Answer
$$\begin{aligned} v &=1.4 \mathrm{m} / \mathrm{s} \end{aligned}$$
Work Step by Step
From Table $10-2$ , the rotational inertia of the spherical shell is $2 M R^{2} / 3,$ so the kinetic $\text { energy (after the object has descended distance } h)$ is
$$
K=\frac{1}{2}\left[\frac{2}{3} M R^{2}\right] \omega_{\text {sphere }}^{2}+\frac{1}{2} I \omega_{\text {pulley }}^{2}+\frac{1}{2} m v^{2}
$$
since it started from remain, then this energy shoud be equal (in the absence of friction) to the potential energy $m g h$ with which the system started.

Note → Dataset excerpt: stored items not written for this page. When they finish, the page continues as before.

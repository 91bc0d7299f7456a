//! One drive: a random base, random hands, random faults, and everything that must hold.

mod allowance;
mod strike;

use gripline::base::PerWheel;
use gripline::config::StopCategory;
use gripline::core::budget::Guard;
use gripline::core::io::{Buttons, ConsoleInput, PadInput};
use gripline::core::{Cause, Event, Phase};
use gripline::standin::sim::Sim;
use gripline::units::{Mono, s_to_ns};

use crate::bases::{Base, STRETCH_NS};
use crate::chance::Chance;
use crate::faults::{self, Allowed, Budget, Fault};
use crate::hands::{Hands, LeftOut};
use crate::host::Host;
use crate::law;
use crate::laws::Laws;
use crate::permission::Permission;
use crate::port::Port;
use crate::standing::{Motion, Standing};
use crate::wheels::WheelWatch;

const PERIOD_NS: u64 = 10_000_000;
/// How long a faster pace than the one in force is remembered: frames and ramps of then may still be under way.
const PACE_KEPT_NS: u64 = 300_000_000;

/// What became of a drive.
#[derive(Clone, Debug, Default, PartialEq)]
pub(crate) struct Report {
    /// The kinds that were met, and whether the base was being driven.
    pub(crate) faults: Vec<(usize, bool)>,
    /// Codes of the causes of trips.
    pub(crate) trips: Vec<&'static str>,
    pub(crate) ticks: u32,
    pub(crate) moved: bool,
    pub(crate) moved_again: bool,
    pub(crate) nothing_left_out: bool,
    /// A number that two runs of the same drive share.
    pub(crate) digest: u64,
}

/// Something that happens at a moment.
#[derive(Clone, Copy, Debug)]
enum Happens {
    Begins(usize),
    Ends(usize),
    Restarts,
}

pub(crate) struct Drive<'a> {
    budget: Budget<'a>,
    chance: Chance,
    sim: Sim,
    ports: Vec<Port>,
    host: Option<Host>,
    hands: Hands,
    laws: Laws,
    permission: Permission,
    standing: Standing,
    wheels: WheelWatch,
    faults: Vec<Fault>,
    to_come: Vec<(Mono, Happens)>,
    now: Mono,
    phase: Phase,
    wait: bool,
    pad_gone: bool,
    /// Since when it gives no sign of life, and what it showed last.
    pad_silent: Option<Mono>,
    pad_frozen: Option<PadInput>,
    streams: bool,
    last_pad: PadInput,
    pad_stop: bool,
    asked_stop: bool,
    /// The next tick hangs for so long.
    hangs: Option<u64>,
    /// A tick that was due then wakes then.
    wakes: Option<(Mono, Mono)>,
    suspended: bool,
    missed: Option<Mono>,
    last_tick: Option<Mono>,
    /// Lines or host are not what they should be.
    impaired: bool,
    /// A cause stands that takes the torque off at once.
    may_coast: bool,
    coasts: bool,
    killed: Option<Mono>,
    /// When the host must have seen the one fault, and how often the base had been allowed to move before it.
    seen_by: Option<(Mono, u32)>,
    sound: bool,
    dead: Vec<bool>,
    slowest: Allowed,
    pace: usize,
    pace_since: Mono,
    path_m: f64,
    speed_m_s: Option<f64>,
    commanded: PerWheel<f64>,
    report: Report,
    /// Tell every tick: for the one drive that is run again.
    tells: bool,
}

/// Runs the drive of a seed on its base.
pub(crate) fn run(seed: u64, base: &Base, tells: bool) -> Result<Report, String> {
    let mut chance = Chance::new(seed, 2);
    let lasts_s = 2.0 + 6.0 * chance.even().powi(3);
    let start = Mono::from_ns(1_000_000_000 + chance.bits() % 1_000_000_000);
    let mut drive = Drive::new(seed, base, chance, start, lasts_s);
    drive.tells = tells;
    drive.sim.step(start);
    let ticks = (lasts_s * 1e9) as u64 / PERIOD_NS;
    for tick in 1..=ticks {
        let due = start.plus_ns(tick * PERIOD_NS);
        drive.advance(Mono::from_ns(due.ns() - PERIOD_NS + STRETCH_NS))?;
        drive.advance(due)?;
        drive.due(due)?;
    }
    drive.report.nothing_left_out = drive.hands.left_out() == LeftOut::Nothing;
    drive.report.ticks = u32::try_from(ticks).unwrap();
    let truth = drive.sim.truth();
    drive.note(truth.pose.x_m.to_bits() ^ truth.pose.heading_rad.to_bits());
    Ok(drive.report)
}

impl<'a> Drive<'a> {
    fn new(seed: u64, base: &'a Base, mut chance: Chance, now: Mono, lasts_s: f64) -> Self {
        let plan = &base.plan;
        let budget = Budget { plan, rows: &base.rows };
        let faults = faults::draw(&mut chance, plan, lasts_s);
        let mut to_come = Vec::new();
        for (index, fault) in faults.iter().enumerate() {
            let at = now.plus_ns(s_to_ns(fault.at_s));
            to_come.push((at, Happens::Begins(index)));
            to_come.push((at.plus_ns(s_to_ns(fault.for_s)), Happens::Ends(index)));
        }
        // The next one stands last.
        to_come.sort_by_key(|it| core::cmp::Reverse(it.0));
        let counts = chance.one_in(2);
        // All that the budget gives a line, less the coarseness of this simulation.
        let most_s = budget.row(Guard::StopAsked, 0).wire_s - 1e-9 * STRETCH_NS as f64;
        let ports =
            plan.links.iter().map(|_| Port::new(s_to_ns(chance.within(0.0, most_s.max(0.0))), counts));
        let ports = ports.collect();
        let streams = chance.one_in(2);
        let initial = Allowed { command_s: 0.0, rest_s: 0.0, distance_m: f64::INFINITY };
        let mut standing = Standing::default();
        standing.begin(("the start of the program", None), now, initial, (0.0, 0, true));
        Self {
            sim: Sim::new(plan, seed, base.sim.clone()),
            ports,
            host: Some(Host::new(plan)),
            hands: Hands::new(Chance::new(seed, 3), plan),
            laws: Laws::new(plan),
            permission: Permission::new(),
            standing,
            wheels: WheelWatch::new(plan, now),
            faults,
            to_come,
            now,
            phase: Phase::Parked,
            wait: true,
            pad_gone: false,
            pad_silent: None,
            pad_frozen: None,
            streams,
            last_pad: PadInput::default(),
            pad_stop: false,
            asked_stop: false,
            hangs: None,
            wakes: None,
            suspended: false,
            missed: None,
            last_tick: None,
            impaired: false,
            may_coast: false,
            coasts: false,
            killed: None,
            seen_by: None,
            sound: true,
            dead: vec![false; plan.wheels.len()],
            slowest: Allowed::default(),
            pace: 0,
            pace_since: now,
            path_m: 0.0,
            speed_m_s: None,
            commanded: plan.wheels.iter().map(|_| 0.0).collect(),
            report: Report::default(),
            tells: false,
            budget,
            chance,
        }
    }

    /// Lets time pass until `to`, with all that happens meanwhile.
    fn advance(&mut self, to: Mono) -> Result<(), String> {
        while let Some((at, happens)) = self.to_come.pop_if(|it| it.0 <= to) {
            self.sim.step(at);
            self.now = at;
            match happens {
                Happens::Begins(index) => self.begins(index),
                Happens::Ends(index) => self.ends(index),
                Happens::Restarts => self.restarts(),
            }
        }
        self.sim.step(to);
        self.now = to;
        for (link, port) in self.ports.iter_mut().enumerate() {
            port.deliver(to, link, &mut self.sim);
            match &mut self.host {
                Some(host) if !self.suspended => host.read(to, link, port, &mut self.sim),
                Some(_) => {}
                None => self.sim.bytes_out(link, &mut Vec::new()),
            }
        }
        self.look()?;
        self.wake()
    }

    /// The base at this moment.
    fn look(&mut self) -> Result<(), String> {
        let plan = self.budget.plan;
        self.commanded = self.sim.commanded_rad_s();
        let commanded = self.commanded.iter().any(|it| *it != 0.0);
        self.report.moved |= commanded;
        self.report.moved_again |=
            commanded && self.report.faults.len() == self.faults.len() && self.permission.grants > 1;
        self.note(self.commanded.iter().fold(0, |sum, it| sum ^ it.to_bits()));
        if self.sound && !self.standing.expects() {
            self.speed_m_s = None;
            return Ok(());
        }
        let truth = self.sim.truth();
        let [length, width] = plan.outline_m;
        let speed_m_s = truth.twist.travel_m_s() + truth.twist.turn_rad_s.abs() * length.hypot(width) / 2.0;
        self.path_m += (speed_m_s + self.speed_m_s.unwrap_or(speed_m_s)) / 2.0 * 1e-9 * STRETCH_NS as f64;
        self.speed_m_s = Some(speed_m_s);
        let turning =
            |(speed, wheel): (&f64, &gripline::config::WheelPlan)| speed.abs() > 0.01 * wheel.max_rad_s;
        let motion = Motion {
            commanded,
            turns: truth.wheel_rad_s.iter().zip(&plan.wheels).any(turning),
            sound: self.sound,
            // Links that stop apart turn the base, of which the budget tells by itself.
            alone: self.faults.len() == 1 && plan.links.len() == 1,
            path_m: self.path_m,
        };
        self.standing.look(self.now, motion, &mut self.permission)?;
        if !self.sound && !self.impaired && self.host.is_some() {
            self.wheels.look(self.now, &self.budget, self.pace, &truth, &self.dead)?;
        }
        Ok(())
    }

    /// Ticks that woke late, and the sentinel beside them.
    fn wake(&mut self) -> Result<(), String> {
        if self.suspended {
            return Ok(());
        }
        if let Some(host) = &mut self.host
            && self.last_tick != Some(self.now)
        {
            host.sentinel(self.now, &mut self.ports);
        }
        if let Some((due, _)) = self.wakes.filter(|it| self.now >= it.1) {
            self.wakes = None;
            self.tick(due)?;
        }
        Ok(())
    }

    /// A tick is due now.
    fn due(&mut self, due: Mono) -> Result<(), String> {
        if self.suspended {
            self.missed = self.missed.or(Some(due));
            return Ok(());
        }
        if self.wakes.is_some() || self.last_tick == Some(due) {
            return Ok(());
        }
        if let Some(hangs_ns) = self.hangs.take() {
            self.wakes = Some((due, due.plus_ns(hangs_ns)));
            return Ok(());
        }
        self.tick(due)
    }

    fn tick(&mut self, due: Mono) -> Result<(), String> {
        let Some(host) = &mut self.host else { return Ok(()) };
        let plan = self.budget.plan;
        self.last_tick = Some(self.now);
        let (mut pad, mut console) = self.hands.play(self.now, plan, self.phase, self.wait);
        pad.streams = self.streams;
        if core::mem::take(&mut self.pad_stop) {
            pad.pressed = pad.pressed.with(Buttons::STOP);
        }
        console.stop |= core::mem::take(&mut self.asked_stop);
        match (self.pad_silent, self.pad_frozen) {
            (Some(_), Some(frozen)) => pad = PadInput { pressed: Buttons::default(), ..frozen },
            // What the hands did until then still came through.
            (Some(last_sign), None) => {
                pad.last_sign = last_sign;
                self.pad_frozen = Some(PadInput { hold_least: pad.hold, ..pad });
            }
            (None, _) => {}
        }
        if self.pad_gone {
            pad = PadInput::default();
        }
        self.last_pad = pad;
        let console = ConsoleInput { reset: console.reset && plan.console.reset, ..console };
        self.permission.watch(self.now, plan, self.phase, &pad, console);
        host.tick((self.now, due), pad, console, &mut self.ports);
        let out = &host.out;
        let before = core::mem::replace(&mut self.phase, out.phase);
        self.wait = out.view.waits_for.is_some();
        self.wheels.tell(self.now, out);
        self.permission.hear(out.phase, before != Phase::Tripped && out.phase == Phase::Tripped);
        let row = self.budget.row(Guard::Release, self.pace);
        let stop_s = row.ramp_s.unwrap() + row.smoothing_s + plan.guard.stop_margin_s + 0.02;
        self.laws.look(plan, out, stop_s)?;
        let unseen =
            self.seen_by.is_some_and(|(by, grants)| self.now > by && grants == self.permission.grants);
        law!(
            !unseen || out.phase != Phase::Driving,
            "{}: the host has not seen it",
            self.faults[0].kind.name()
        );
        law!(out.phase != Phase::Driving || self.permission.given(), "it drives and nobody has allowed it");
        for event in &out.events {
            if let Event::Trip(cause) = event {
                self.report.trips.push(cause.code());
                let asked =
                    matches!(cause, Cause::StopAsked(_)) && plan.guard.stop_category == StopCategory::Zero;
                self.may_coast |= asked || matches!(cause, Cause::Runaway { .. } | Cause::NotSlowing { .. });
                let quiet = self.report.faults.is_empty();
                law!(!quiet, "a sound base trips: {cause:?}");
            }
        }
        if self.tells {
            println!(
                "{:.4} {:?} pace {} {:?} hold {:.2} down {:#x} sent {:.3?} told {:.2?} pull {} ramp {} {:?} skid {:.3}",
                self.now.ns() as f64 * 1e-9,
                out.phase,
                out.view.pace,
                out.view.frame,
                self.last_pad.hold,
                self.last_pad.down.0,
                (out.view.sent.turn_rad_s, out.view.sent.x_m_s, out.view.sent.y_m_s),
                self.commanded,
                out.pull_stop,
                out.stop_ramp_ms,
                out.events,
                out.view.skid_rad_s,
            );
        }
        self.may_coast &= out.phase == Phase::Tripped;
        let (finished, zero) = (out.finished, out.stop_ramp_ms == 0);
        law!(!zero || self.may_coast, "the torque goes off at once for {:?}", out.cause);
        self.remember_pace();
        self.stopped(before);
        let coasted = core::mem::replace(&mut self.coasts, zero);
        if zero && !coasted {
            let rolls_s = self.budget.roll_out_s(self.pace);
            let rolls = Allowed { rest_s: rolls_s, distance_m: f64::INFINITY, ..Allowed::default() };
            self.standing.put_off(self.now, self.settled(rolls));
        }
        if finished {
            self.host = None;
        }
        Ok(())
    }

    fn note(&mut self, bits: u64) {
        self.report.digest = (self.report.digest ^ bits).wrapping_mul(0x0100_0000_01b3).rotate_left(7);
    }
}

We substitute $v / r$ for the pulley's angular speed and $v / R$ for that of sphere and solve for $v .$
$$\begin{aligned} v &=\sqrt{\frac{m g h}{\frac{1}{2} m+\frac{1}{2}+\frac{M}{3}}}=\sqrt{\frac{2 g h}{1+\left(I / m r^{2}\right)+(2 M / 3 m)}} \\ \\ &=\sqrt{\frac{2(9.8)(0.82)}{\left.2(0.60)(0.050)^{2}\right)+2(4.5) / 3(0.60)}}=1.4 \mathrm{m} / \mathrm{s} \end{aligned}$$